Collected data entries:
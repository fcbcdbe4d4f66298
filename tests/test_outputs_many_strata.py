"""Burden figures whose size does not grow with the number of strata
(issue 15, item 3): at most the 40 strata with the most attributable cases
get a bar, the rest are summed into one bar, and the caption points to the
full table in burden.csv.

The records are built directly (1,000 strata with seeded random cases);
the expected bars are recomputed here with numpy from the records (sort
and sum: plain arithmetic on the inputs, not the figure code).
"""

from __future__ import annotations

import matplotlib

matplotlib.use("Agg")

import matplotlib.pyplot as plt
import numpy as np
import pytest

from doseattr.outputs import gallery
from doseattr.outputs.burden_report import burden_section
from doseattr.results.estimate import Estimate
from doseattr.results.records import BurdenResult, StratumResult

N = 1_000
CAP = 40


@pytest.fixture(autouse=True)
def _close_figures():
    yield
    plt.close("all")


def _row(name: str, attributable: float, group: str | None = None) -> StratumResult:
    est = Estimate(attributable, 0.8 * attributable, 1.2 * attributable)
    rate = Estimate(attributable / 10.0, None, None)
    return StratumResult(name, 100.0, Estimate(attributable / 100.0), est, group=group,
                         population=1e4 if group else None,
                         attributable_rate=rate if group else None)


def _burden(values: np.ndarray) -> BurdenResult:
    strata = tuple(_row(f"s{i}", float(v)) for i, v in enumerate(values))
    return BurdenResult(strata, _row("total", float(values.sum())))


def _values(seed: int = 15) -> np.ndarray:
    return np.random.default_rng(seed).lognormal(0.0, 1.5, N)


def _bars(ax, prefix):
    return sorted((p for p in ax.patches if p.get_gid() == f"{prefix}-bars"),
                  key=lambda p: -p.get_y())


def test_burden_chart_caps_strata_and_sums_the_rest():
    values = _values()
    figure = gallery._burden([(None, _burden(values))])
    ax = figure.axes[0]
    bars = _bars(ax, "strata")
    assert len(bars) == CAP + 1
    # height bounded: one bar per stratum would be 0.32 * 1000 inches
    assert figure.get_size_inches()[1] <= 0.32 * (CAP + 1) + 1.3 + 1e-9
    order = np.argsort(-values, kind="stable")
    widths = [p.get_width() for p in bars]
    # arithmetic on the records: the 40 largest, then the sum of the rest
    np.testing.assert_array_equal(widths[:CAP], values[order[:CAP]])
    assert widths[CAP] == pytest.approx(values[order[CAP:]].sum(), rel=1e-12)
    assert sum(widths) == pytest.approx(values.sum(), rel=1e-12)
    labels = [t.get_text() for t in ax.get_yticklabels()]
    assert labels[:CAP] == [f"s{i}" for i in order[:CAP]]
    assert labels[CAP] == f"other {N - CAP} strata"
    segs = next(c for c in ax.collections if c.get_gid() == "strata-whiskers").get_segments()
    assert len(segs) == CAP  # the summed bar has no interval


def test_few_strata_are_drawn_unchanged():
    values = _values()[:CAP]
    figure = gallery._burden([(None, _burden(values))])
    bars = _bars(figure.axes[0], "strata")
    np.testing.assert_array_equal([p.get_width() for p in bars], values)


def test_caption_points_to_the_full_table():
    burden = _burden(_values())
    text = burden_section(burden, None, {"burden": b"x"})
    assert "burden.csv" in text and f"the {CAP} with the most" in text
    few = burden_section(_burden(_values()[:CAP]), None, {"burden": b"x"})
    assert "burden.csv" not in few


def test_rates_chart_caps_strata():
    values = _values()
    strata = tuple(_row(f"s{i}", float(v) * share, g) for i, v in enumerate(values)
                   for g, share in (("a", 0.25), ("b", 0.75)))
    totals = tuple(_row(f"s{i}", float(v)) for i, v in enumerate(values))
    burden = BurdenResult(strata, _row("total", float(values.sum()), "all"),
                          stratum_totals=totals)
    (panel,) = gallery.rate_panels([(None, burden)])
    order = np.argsort(-values, kind="stable")
    assert panel.strata == tuple(f"s{i}" for i in order[:CAP])
    assert panel.hidden == N - CAP
    # each row's rate is the record's (attributable / 10 by construction above)
    np.testing.assert_allclose([row[0] for row in panel.estimate],
                               values[order[:CAP]] * 0.25 / 10.0, rtol=1e-12)
    figure = gallery._burden_rates([(None, burden)])
    assert figure.get_size_inches()[1] <= 0.22 * CAP * 2 + 1.3 + 1e-9
    assert "burden.csv" in figure.axes[0].get_title()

WHAT TO DO.
The lines to copy are those above that contain "import".

SOLVED PROBLEM.
from __future__ import annotations
import matplotlib
import matplotlib.pyplot as plt
import numpy as np
import pytest
from doseattr.outputs import gallery
from doseattr.outputs.burden_report import burden_section
from doseattr.results.estimate import Estimate
from doseattr.results.records import BurdenResult, StratumResult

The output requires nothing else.